The university interviewed numerous members of both groups at length and reviewed other material to ascertain what occurred, the intent involved, and what conduct constituted a violation of the Student Code.

The sorority adviser and some members of AKA indicated in interviews or via written statements with Community Standards that the men’s conversation to and about them, while rude and intimidating, did not include racial comments.

The investigation found PIKE engaged in intimidation and bullying. Student Affairs recommended a series of sanctions against PIKE, including probation until at least May 2015 (they must apply to have probation lifted; it is not automatic), mandatory education to increase sensitivity on issues of race and diversity, and a ban on painting any rocks through the rest of the academic year.

Several weeks later, during a Nov. 10 public forum, AKA’s adviser said she had been referred to during the incident as a “fat black bitch” and that the women were called “whores.”
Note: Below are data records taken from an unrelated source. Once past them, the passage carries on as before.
Model paths:
- a file whose name is `NAME.model.yaml` or `NAME.model.yml`;
- a folder `NAME.model/`: every `.yaml`/`.yml` file below it (recursively)
  belongs to it, sorted by path relative to the folder. A folder without such
  files is not a model.

Environment: git exports `GIT_DIR` and friends to hooks. When the repository
opened here is not the one those variables name, they are removed for the
duration of the call (GitPython offers no way to unset a variable for its
subprocesses), and restored afterwards.
"""

from __future__ import annotations

import contextlib
import os
import posixpath
import re
from dataclasses import dataclass
from typing import TYPE_CHECKING, Iterable, Iterator, Sequence

from modeldiff.errors import GitError, ModeldiffError

if TYPE_CHECKING:  # pragma: no cover
    import git as gitpython

YAML_SUFFIXES = (".yaml", ".yml")
MODEL_FILE_SUFFIXES = (".model.yaml", ".model.yml")
MODEL_DIR_SUFFIX = ".model"

# Variables that tell git which repository, work tree, index and object store to use.
_LOCATION_VARS = (
    "GIT_DIR",
    "GIT_WORK_TREE",
    "GIT_INDEX_FILE",
    "GIT_OBJECT_DIRECTORY",
    "GIT_ALTERNATE_OBJECT_DIRECTORIES",
    "GIT_COMMON_DIR",
    "GIT_NAMESPACE",
    "GIT_QUARANTINE_PATH",
)
_FETCHABLE = re.compile(r"[A-Za-z0-9_][A-Za-z0-9_./-]*")  # a sha or a ref name, not HEAD~1 or main^2
_SYMLINK_MODE = 0o120000
_MAX_LINK_HOPS = 8


@dataclass(frozen=True)
class ModelSource:
    """The raw files of one model at one revision, before any YAML is parsed."""

    rev: str | None  # the revision as the user wrote it; None = working tree / plain path
    path: str  # as given (plain path) or relative to the repository root (revision)
    files: tuple[tuple[str, bytes], ...]  # (display name, content), sorted
    blob_id: str | None  # git object id of the file or folder at the revision; None on disk
    commit: str | None = None  # full sha the revision resolved to; None on disk


# ---------------------------------------------------------------------------
# Pure path helpers (no git)


def is_null_sha(sha: str) -> bool:
    """True for git's all-zero placeholder id, in SHA-1 (40) or SHA-256 (64) repositories alike."""
    text = sha.strip()
    return bool(text) and set(text) == {"0"}


def _is_yaml_name(name: str) -> bool:
    return name.lower().endswith(YAML_SUFFIXES)


def _is_model_file_name(name: str) -> bool:
    lower = name.lower()
    return any(lower.endswith(s) and len(lower) > len(s) for s in MODEL_FILE_SUFFIXES)


def _is_model_dir_name(name: str) -> bool:
    return name.lower().endswith(MODEL_DIR_SUFFIX) and len(name) > len(MODEL_DIR_SUFFIX)


def model_path_of(path: str) -> str | None:
    """The model a repository file belongs to, or None when it belongs to none.

    The outermost `NAME.model/` folder wins; otherwise the file itself when it
    is a `NAME.model.yaml`. Non-YAML files never belong to a model.
    """
    parts = [p for p in path.replace("\\", "/").split("/") if p not in ("", ".")]
    if not parts or not _is_yaml_name(parts[-1]):
        return None
    for index, part in enumerate(parts[:-1]):
        if _is_model_dir_name(part):
            return "/".join(parts[: index + 1])
    if _is_model_file_name(parts[-1]):
        return "/".join(parts)
    return None


def model_files_of_paths(paths: Iterable[str]) -> list[str]:
    """Map changed file paths to the model paths they belong to; sorted, without duplicates."""
    found = {model_path_of(p) for p in paths}
    found.discard(None)
    return sorted(found)  # type: ignore[arg-type]


def split_spec(spec: str) -> tuple[str, str] | None:
    """Split git's `REV:PATH` notation at the first colon outside `{...}`; None without one.

    Braces matter for revisions such as `main@{2024-05-01 10:00}:models/x.model.yaml`.
    """
    depth = 0
    for index, char in enumerate(spec):
        if char == "{":
            depth += 1
        elif char == "}" and depth:
            depth -= 1
        elif char == ":" and not depth:
            return spec[:index], spec[index + 1 :]
    return None


def _clean_repo_path(path: str, where: str) -> str:
    """A path relative to the repository root in git's form; refuse the root itself and escapes."""
    text = path.replace("\\", "/").strip()
    normal = posixpath.normpath(text) if text else "."
    if normal.startswith("/") or normal == ".." or normal.startswith("../"):
        raise GitError(f"path '{path}' {where} is outside the repository; give a path relative to its root")
    if normal == ".":
        raise GitError(f"no model path given {where}; write REV:PATH, for example main:models/bikeshare.model.yaml")
    return normal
The fraternity members at the scene have denied making any comments based on the women’s race or using derogatory language to describe or intimidate them.

Based on additional statements made during the Nov. 10 forum, UConn has reached out to the involved parties to seek more information. UConn Police also contacted them about whether they wished to file a formal complaint that officers would use to initiate a criminal investigation.

Both sides have the right to appeal the sanctions imposed against PIKE.

UConn is committed to a learning environment that respects the rights of all students and provides a thorough, fair disciplinary process. President Susan Herbst is also inviting the leaders of the various fraternity councils to meet with her in coming weeks to discuss broader concerns raised during the Nov. 10 forum about inclusiveness, mutual respect, and civility.